When Tony Stewart announced his decision last week to decline Roger Penske’s offer of a ride in the Indy 500, a chorus of boos rained down on him from an otherwise friendly crowd.
But the boos and criticism of Stewart were misguided. It’s not Stewart’s fault he won’t race at Indianapolis.
So who’s to blame? The government – of course.
For more than 60 years the Indianapolis 500 was always held on Memorial Day, May 30, no matter what day of the week it fell on – except if it fell on a Sunday. Then it was held on Saturday or Monday.
When the current Charlotte Motor Speedway opened for operation in 1960, its May race was scheduled for the Sunday before Memorial Day. As a result there was never a direct conflict.
During those years a couple of NASCAR drivers gave Indy a try. Curtis Turner, after being banned for life by NASCAR for his unionizing activities in 1961 and struggling financially (he was later reinstated by NASCAR in 1965), talked Smokey Yunick into letting him drive Yunick’s Indy car in 1962. Yunick was not only a leading NASCAR builder; he entered the Indy 500 nearly every year and was the winning crew chief on the 1960 car. But Turner crashed the car in practice and did the same thing ’63, wrecking so badly Yunick vowed he’d never let Turner drive an Indy car again for fear he’d kill himself. In 1963 Junior Johnson also showed up at the track in a roadster with a complete roll cage, something not typically seen on Indy cars. He practiced in the car but elected not to attempt to qualify.
It wasn’t until 1965 that Bobby Johns, a NASCAR regular with a couple of Cup wins under his belt, qualified for the 500. He’d also tested – and crashed – Yunick’s unique sidecar racer while attempting to qualify for the ’64 race. But in ’65, thanks to his Firestone and Ford connections, he found himself in the Lotus team car to eventual winner Jimmy Clark. Johns skipped Charlotte to focus on Indianapolis, where he finished sixth. The Wood Brothers worked the pits for the Lotus team on race day and were one of the reasons Clark was able to coast to victory.
Cale Yarborough decided to run at Indy in ’66, but was forced to skip Charlotte when he had to qualify on the second weekend at Indy, a direct conflict with the 600. The following year Cale became the first driver to run both races, finishing 41st at Charlotte on Sunday and 17th at Indy on Tuesday. Lee Roy Yarbrough also raced at Indianapolis that year, but had elected to skip the Charlotte race.
In ’68, Jerry Grant, who passed recently away and was primarily a road racer at the time, became the second driver to run both Charlotte and Indy. In ’69 Yarbrough ran both, winning the Charlotte race in the process.
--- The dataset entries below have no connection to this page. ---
"""The isolator sweep on a Dask cluster, with the same rows as ``stillsky.sweep`` on one machine.

Needs the optional extra: ``pip install 'stillsky[distributed]'`` (dask[distributed]).

The sweep is split into tasks of (model, a part of the specs, a part of the spectra). A task
carries text only: the model and the specs as TOML text, the spectra as the paths, URLs or
reference names the caller gave (workers read the recordings themselves, so they must reach
those paths or URLs), and the whole sweep's labels. Each task computes its rows with
``stillsky.sweep``'s code; the client puts them in the single-machine order. A task that fails
on the cluster gives error rows (naming its spectra and the reason) for every combination it
held, so no row is lost. See docs/scale-out.md.
"""

from __future__ import annotations

import uuid

try:
    import dask.distributed as _dd
except ImportError as e:  # the extra is optional
    raise ImportError(
        "stillsky.distributed needs dask[distributed]: pip install 'stillsky[distributed]'"
    ) from e

from . import _native
from ._sweep import SweepTable, catalogue_text, model_text, run_part, spectra_list, wind_list

__all__ = ["sweep", "plan_tasks", "study"]


def _task(model, model_name, cat, cat_name, spectra, labels, wind, options):
    """One task's rows (runs on a worker)."""
    try:
        return run_part(model, model_name, cat, cat_name, spectra, labels, wind, options)
    except Exception as e:  # noqa: BLE001 - the client turns this into error rows
        raise RuntimeError(f"task on {', '.join(spectra)} failed: {type(e).__name__}: {e}") from e


def plan_tasks(n_specs: int, n_spectra: int, specs_per_task: int, spectra_per_task: int) -> int:
    """Number of tasks a sweep is split into (the baseline is added to every spec part)."""
    if specs_per_task < 1 or spectra_per_task < 1:
        raise ValueError("specs_per_task and spectra_per_task must be at least 1")
    return max(1, -(-n_specs // specs_per_task)) * -(-n_spectra // spectra_per_task)


def sweep(
    model,
    specs,
    spectra,
    wind=None,
    *,
    client=None,
    specs_per_task: int = 25,
    spectra_per_task: int | None = None,
    threads_per_task: int = 1,
    progress: bool = True,
    f_min_hz: float | None = None,
    f_max_hz: float | None = None,
    n_freq: int | None = None,
    pad_prefix: str | None = None,
    ground_scale=None,
    fs_hz: float | None = None,
) -> SweepTable:
    """``stillsky.sweep`` on a Dask cluster (``client``, default: the current client).

    ``specs_per_task`` × ``spectra_per_task`` combinations (times the wind cases) make a task
    (``spectra_per_task`` None: all spectra, so per-spec work, model, modes and design gusts,
    is done once); each task runs its core sweep on ``threads_per_task`` threads. ``progress`` shows Dask's
    progress bar. Returns the rows of ``stillsky.sweep`` on the same inputs, in the same order.
    """
    sp = spectra_list(spectra)
    if spectra_per_task is None:
        spectra_per_task = max(1, len(sp))
    plan_tasks(1, 1, specs_per_task, spectra_per_task)  # validates the sizes
    client = client if client is not None else _dd.get_client()
    options = dict(
        f_min_hz=f_min_hz, f_max_hz=f_max_hz, n_freq=n_freq, pad_prefix=pad_prefix,
        ground_scale=None if ground_scale is None else [float(v) for v in ground_scale],
        fs_hz=fs_hz, threads=threads_per_task,
    )
    m, mn = model_text(model)
    c, cn = catalogue_text(specs)
    w = wind_list(wind)
    # Checked here, before any task: the same errors as on one machine.
    plan = _native.sweep_plan(m, mn, c, cn, sp, w, **options)  # type: ignore[arg-type]  # options is a dict of mixed keyword values
    labels, winds, spec_names = plan["labels"], plan["winds"], plan["specs"]
    parts = _native.catalogue_parts(c, cn, specs_per_task)
    part_specs = [_native.sweep_plan(m, mn, p, cn, sp[:1], w, **options)["specs"] for p in parts]  # type: ignore[arg-type]
    token = uuid.uuid4().hex[:12]
    tasks = []
    for g0 in range(0, len(sp), spectra_per_task):
        g = list(range(g0, min(g0 + spectra_per_task, len(sp))))
        for k, part in enumerate(parts):
            fut = client.submit(
                _task, m, mn, part, cn, [sp[i] for i in g], [labels[i] for i in g], w, options,
                key=f"stillsky-sweep-{token}-{g0}-{k}", pure=False,
            )
            tasks.append((g, part_specs[k], fut))
    futures = [t[2] for t in tasks]
    try:
        if progress:
            _dd.progress(futures)
        _dd.wait(futures)
        by_key = {}
        for g, names, fut in tasks:
            try:
                rows = fut.result()
            except Exception as e:  # noqa: BLE001 - a failed task becomes error rows
                reason = f"{type(e).__name__}: {e}"
                rows = [
                    _native.sweep_error_row(s, labels[i], wd, f"{sp[i]}: {reason}")
                    for i in g for wd in winds for s in names
                ]
            for r in rows:
                by_key[r["key"]] = r
    finally:
        client.cancel(futures)
    out = SweepTable()
    for i, label in enumerate(labels):
        for wd in winds:
            for s in spec_names:
                key = f"{s}|{label}|{wd}"
                row = by_key.get(key)
                if row is None:
                    row = _native.sweep_error_row(s, label, wd, f"{sp[i]}: no row came back from the cluster")
                out.append(row)
    return out


def _study_task(text, name, folder, which, threads):
    """Rows of some variants of a study (runs on a worker; the study is loaded once per worker)."""
    from ._study import cached_plan

    return cached_plan(text, name, folder).rows(which, threads)


def study(client, study, *, variants_per_task: int = 4, threads_per_task: int = 1, progress: bool = False):
    """``stillsky.study`` on a Dask cluster: the variants are split into tasks of
    ``variants_per_task``; each worker loads the study once (model files, catalogue) and computes
    its variants' rows with the same core code, so the rows are those of ``stillsky.study``, bit
    for bit, in the same order. The study's files and recordings must be readable by the
    workers at the same paths. A task that fails on the cluster gives error rows for its
    variants."""
    from ._study import StudyTable, cached_plan, study_source

    if variants_per_task < 1:
        raise ValueError("variants_per_task must be at least 1")
    text, name, folder = study_source(study)
    plan = cached_plan(text, name, folder)  # checked here: the same errors as on one machine
    labels = plan.variants()
    grounds, winds = plan.disturbances()
    client = client if client is not None else _dd.get_client()
    token = uuid.uuid4().hex[:12]
    parts = [list(range(i, min(i + variants_per_task, len(labels)))) for i in range(0, len(labels), variants_per_task)]
    futures = [
        client.submit(_study_task, text, name, folder, p, threads_per_task, key=f"stillsky-study-{token}-{k}", pure=False)
        for k, p in enumerate(parts)
    ]
    out = StudyTable(plan=plan)
    try:
        if progress:
            _dd.progress(futures)
        for p, fut in zip(parts, futures):
            try:
                out.extend(fut.result())
            except Exception as e:  # noqa: BLE001 - a failed task becomes error rows
                out.extend(_error_rows(plan, [labels[v] for v in p], grounds, winds, f"{type(e).__name__}: {e}"))
    finally:
        client.cancel(futures)
    return out


def _error_rows(plan, variants, grounds, winds, reason):
    cols = plan.columns()
    rows = []
    for v in variants:
        for g in grounds:
            for w in winds:
                r = {c: float("nan") for c in cols}
                r.update(key=f"{v}|{g}|{w}", variant=v, ground=g, wind=w, status="error", vs_base="", error=reason)
                for c in cols[2:-14]:
                    r[c] = ""
                rows.append(r)
    return rows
The most successful of all the drivers running both races was Donnie Allison, who drove for A. J. Foyt despite being a “taxi cab” driver according to Foyt. Allison who won Charlotte in 1970 on Sunday and then finished fourth at Indy. He was impressive again the next year, finishing sixth at Indy on Saturday and second at Charlotte the next day.
Just when things were starting to get interesting, the government stepped in and screwed it up, passing the Uniform Holiday Act in 1971, moving the celebration of most holidays to Monday so workers could have a three-day weekend. Memorial Day would be celebrated on the last Monday of the May. Charlotte continued to run on the Sunday before Memorial Day while the 500 was moved to Monday.
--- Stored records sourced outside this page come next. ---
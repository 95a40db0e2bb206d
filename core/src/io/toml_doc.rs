//! TOML documents read into serde structs: parse errors located at their line and column, and
//! one document's top-level keys shared among several structs as if one struct held them all.

use crate::error::{Error, Result};
use serde::de::{self, Visitor};
use std::cell::Cell;
use std::ops::Range;
use toml::Spanned;
use toml::de::{DeString, DeTable, DeValue};

type Entry<'t> = (Spanned<DeString<'t>>, Spanned<DeValue<'t>>);

/// Line (1-based) and column of a byte offset.
fn line_col(text: &str, offset: usize) -> (usize, usize) {
    let offset = offset.min(text.len());
    let before = &text[..offset];
    let line = before.matches('\n').count() + 1;
    let col = before.rfind('\n').map_or(offset, |p| offset - p - 1) + 1;
    (line, col)
}

/// Byte offset of a line `key = ...` (or `key.sub = ...`) in the table that starts at `start`
/// (up to the next table header).
fn find_key(text: &str, start: usize, key: &str) -> Option<usize> {
    let region = text.get(start..)?;
    let mut off = start;
    for (i, line) in region.split_inclusive('\n').enumerate() {
        let t = line.trim_start();
        if i > 0 && t.starts_with('[') {
            break;
        }
        if let Some(rest) = t.strip_prefix(key) {
            let rest = rest.trim_start();
            if rest.starts_with('=') || rest.starts_with('.') {
                return Some(off + (line.len() - t.len()));
            }
        }
        off += line.len();
    }
    None
}

/// [`Error::Parse`] for a message at `span` of `text`; `file` names the source.
fn located(text: &str, file: &str, message: &str, span: Option<Range<usize>>) -> Error {
    let msg = message.trim().to_string();
    let location = match span {
        Some(s) => {
            // For an unknown key the span covers its table: point at the key itself.
            let key_at = msg
                .strip_prefix("unknown field `")
                .and_then(|r| r.split('`').next())
                .and_then(|key| find_key(text, s.start, key));
            let (l, c) = line_col(text, key_at.unwrap_or(s.start));
            format!("line {l}, column {c}")
        }
        None => "unknown line".into(),
    };
    Error::Parse { file: file.into(), location, reason: msg }
}

/// [`Error::Parse`] for a TOML error in `text`, with its line and column.
pub fn parse_error(text: &str, file: &str, e: &toml::de::Error) -> Error {
    located(text, file, e.message(), e.span())
}

/// The field names serde derives for the struct `T` (the list its `Deserialize` passes to
/// `deserialize_struct`); empty when `T` is not a struct.
pub fn struct_fields<T: de::DeserializeOwned>() -> &'static [&'static str] {
    struct Probe<'a>(&'a Cell<&'static [&'static str]>);
    impl<'de> de::Deserializer<'de> for Probe<'_> {
        type Error = de::value::Error;
        fn deserialize_any<V: Visitor<'de>>(self, _: V) -> std::result::Result<V::Value, Self::Error> {
            Err(de::Error::custom("not a struct"))
        }
        fn deserialize_struct<V: Visitor<'de>>(
            self,
            _name: &'static str,
            fields: &'static [&'static str],
            _: V,
        ) -> std::result::Result<V::Value, Self::Error> {
            self.0.set(fields);
            Err(de::Error::custom("fields read"))
        }
        serde::forward_to_deserialize_any! {
            bool i8 i16 i32 i64 i128 u8 u16 u32 u64 u128 f32 f64 char str string bytes byte_buf
            option unit unit_struct newtype_struct seq tuple tuple_struct map enum identifier
            ignored_any
        }
    }
    let fields = Cell::new(&[][..]);
    // The probe always fails: it only records the field list.
    let _ = T::deserialize(Probe(&fields));
    fields.get()
}

/// serde's message for an unknown field (as `de::Error::unknown_field` words it).
fn unknown_field_message(key: &str, expected: &[&str]) -> String {
    let quoted: Vec<String> = expected.iter().map(|f| format!("`{f}`")).collect();
    match quoted.as_slice() {
        [] => format!("unknown field `{key}`, there are no fields"),
        [a] => format!("unknown field `{key}`, expected {a}"),
        [a, b] => format!("unknown field `{key}`, expected {a} or {b}"),
        _ => format!("unknown field `{key}`, expected one of {}", quoted.join(", ")),
    }
}

fn table<'t>(span: Range<usize>, entries: impl IntoIterator<Item = Entry<'t>>) -> toml::de::Deserializer<'t> {
    let mut t = DeTable::new();
    for (k, v) in entries {
        t.insert(k, v);
    }
    toml::de::Deserializer::from(Spanned::new(span, t))
}

/// Read a TOML document whose top-level keys are shared among structs with the field lists
/// `shares` (each a struct whose fields all have defaults): `read(i, d)` deserializes share `i`
/// from `d`, a table holding only that share's keys, and keeps the result. Errors are those of
/// one struct holding every share's fields: the first bad entry in table order, an unknown key
/// listing every known one, each with its line and column ([`Error::Parse`], `file` naming the
/// source).
pub fn read_shared<'t>(
    text: &'t str,
    file: &str,
    shares: &[&'static [&'static str]],
    mut read: impl FnMut(usize, toml::de::Deserializer<'t>) -> std::result::Result<(), toml::de::Error>,
) -> Result<()> {
    let share_of = |key: &str| shares.iter().position(|fields| fields.contains(&key));
    let expected: Vec<&str> = shares.iter().flat_map(|f| f.iter().copied()).collect();
    let unknown_key = |k: &Spanned<DeString<'_>>| {
        located(text, file, &unknown_field_message(k.get_ref(), &expected), Some(k.span()))
    };
    let parse = || DeTable::parse(text).map_err(|e| parse_error(text, file, &e));
    let root = parse()?;
    let span = root.span();
    let mut split: Vec<Vec<Entry<'t>>> = shares.iter().map(|_| Vec::new()).collect();
    let mut first_unknown = None;
    for (k, v) in root.into_inner() {
        match share_of(k.get_ref()) {
            Some(i) => split[i].push((k, v)),
            None => {
                first_unknown.get_or_insert_with(|| unknown_key(&k));
            }
        }
    }
    let mut first_error = None;
    if first_unknown.is_none() {
        for (i, entries) in split.into_iter().enumerate() {
            if let Err(e) = read(i, table(span.clone(), entries)) {
                first_error = Some(e);
                break;
            }
        }
        if first_error.is_none() {
            return Ok(());
        }
    }
    // Something failed: report the first bad entry in table order, as one struct would.
    for (k, v) in parse()?.into_inner() {
        let Some(i) = share_of(k.get_ref()) else {
            return Err(unknown_key(&k));
        };
        if let Err(e) = read(i, table(span.clone(), [(k, v)])) {
            return Err(parse_error(text, file, &e));
        }
    }
    match (first_unknown, first_error) {
        (Some(e), _) => Err(e),
        (None, Some(e)) => Err(parse_error(text, file, &e)),
        (None, None) => Ok(()),
    }
}

#[cfg(test)]
mod tests {
    use super::*;
    use serde::Deserialize;

    #[derive(Debug, Default, Deserialize)]
    #[serde(deny_unknown_fields)]
    struct One {
        #[serde(default)]
        z: Option<f64>,
    }

    #[derive(Debug, Default, Deserialize)]
    #[serde(deny_unknown_fields)]
    struct Two {
        #[serde(default)]
        b: Option<String>,
        #[serde(default)]
        c: Vec<One>,
    }

    #[derive(Debug, Default, Deserialize)]
    #[serde(deny_unknown_fields)]
    struct Both {
        #[serde(default)]
        z: Option<f64>,
        #[serde(default)]
        b: Option<String>,
        #[serde(default)]
        c: Vec<One>,
    }

    fn shared(text: &str) -> Result<(One, Two)> {
        let (mut one, mut two) = (One::default(), Two::default());
        read_shared(text, "t.toml", &[struct_fields::<One>(), struct_fields::<Two>()], |i, d| {
            match i {
                0 => one = One::deserialize(d)?,
                _ => two = Two::deserialize(d)?,
            }
            Ok(())
        })?;
        Ok((one, two))
    }

    fn whole(text: &str) -> Result<Both> {
        toml::from_str::<Both>(text).map_err(|e| parse_error(text, "t.toml", &e))
    }

    #[test]
    fn field_lists_are_serdes() {
        assert_eq!(struct_fields::<Both>(), ["z", "b", "c"]);
        assert_eq!(struct_fields::<One>(), ["z"]);
        assert!(struct_fields::<f64>().is_empty());
    }

    #[test]
    fn shares_read_like_one_struct() {
        let text = "z = 2.5\nb = \"x\"\n[[c]]\nz = 1\n[[c]]\n";
        let (one, two) = shared(text).unwrap();
        let both = whole(text).unwrap();
        assert_eq!((one.z, two.b.clone(), two.c.len()), (both.z, both.b, both.c.len()));
        assert_eq!((one.z, two.b.as_deref(), two.c.len(), two.c[0].z), (Some(2.5), Some("x"), 2, Some(1.0)));
    }

    #[test]
    fn errors_match_one_struct_word_for_word() {
        // Unknown keys (top level, table header, array of tables, dotted, nested), bad values
        // in either share, two errors in either order and in either share first (the shares
        // are read z first, the table runs b, c, z), a syntax error, an empty document.
        for text in [
            "q = 1\n",
            "z = 1\n[q]\nr = 1\n",
            "b = \"x\"\n[[q]]\n",
            "q.r = 1\n",
            "[[c]]\nz = 1\nq = 2\n",
            "z = \"x\"\n",
            "b = 3\n",
            "[[c]]\nz = true\n",
            "z = \"x\"\nb = 3\n",
            "b = 3\nz = \"x\"\n",
            "q = 1\nz = \"x\"\n",
            "z = \"x\"\nq = 1\n",
            "a = 1\nz = \"x\"\n",
            "[[c]\n",
            "",
        ] {
            let want = whole(text).map(|_| ());
            assert_eq!(want.is_err(), !text.is_empty(), "{text:?}");
            let got = shared(text).map(|_| ());
            assert_eq!(got, want, "{text:?}");
        }
        // ... and serde's wording for unknown fields with one, two or more known ones.
        let e = toml::from_str::<One>("q = 1").unwrap_err();
        assert_eq!(unknown_field_message("q", &["z"]), e.message());
        #[derive(Debug, Deserialize)]
        #[serde(deny_unknown_fields)]
        #[allow(dead_code)]
        struct Pair {
            a: Option<f64>,
            b: Option<f64>,
        }
        let e = toml::from_str::<Pair>("q = 1").unwrap_err();
        assert_eq!(unknown_field_message("q", &["a", "b"]), e.message());
    }
}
Cale Yarborough ran at Indy in ’72 and Bobby Allison tried his hand at the Speedway in ’73, both electing to skip the 600 the day before.
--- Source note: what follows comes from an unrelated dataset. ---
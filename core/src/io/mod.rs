//! File input and output: model files (TOML), recordings, PSD files, atomic writes.
//! The only module of `core` that touches the file system.

pub mod atomic;
pub mod series;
In 1974 the Indianapolis 500 was moved to Sunday for the first time. Fans had requested the move, wanting to use Monday as a travel day. It’s an indication of the status of the two races at the time that USAC didn’t give much thought to the conflict with Charlotte. Now the Speedway was willing to change the starting time of the race to get Stewart back.
Bobby Allison ran at Indy again in ’75, skipping Charlotte. The Alabama Gang must have had a special attraction for Indy as Neil Bonnett was ready to bypass Charlotte and run the 500 in ’79 but car troubles got in the way. Then nothing.
It wasn’t until 1993 when Charlotte moved its race to Sunday night that the possibility of running both races returned. John Andretti was the first to run both races in one day ‘94, followed by Robby Gordon and Stewart. Stewart had the most success, becoming the only driver to run all 1,100 miles in 2001.
In search of improved TV ratings, Indy moved its starting time later in the day for 2005, effectively eliminating any possible hope of a driver running in both races. Last year the time was moved back to a 12 noon start in hopes of attracting someone to run the double, but no one stepped forward.
Now that Stewart has turned down Penske, it’s unlikely anyone will attempt the double this year.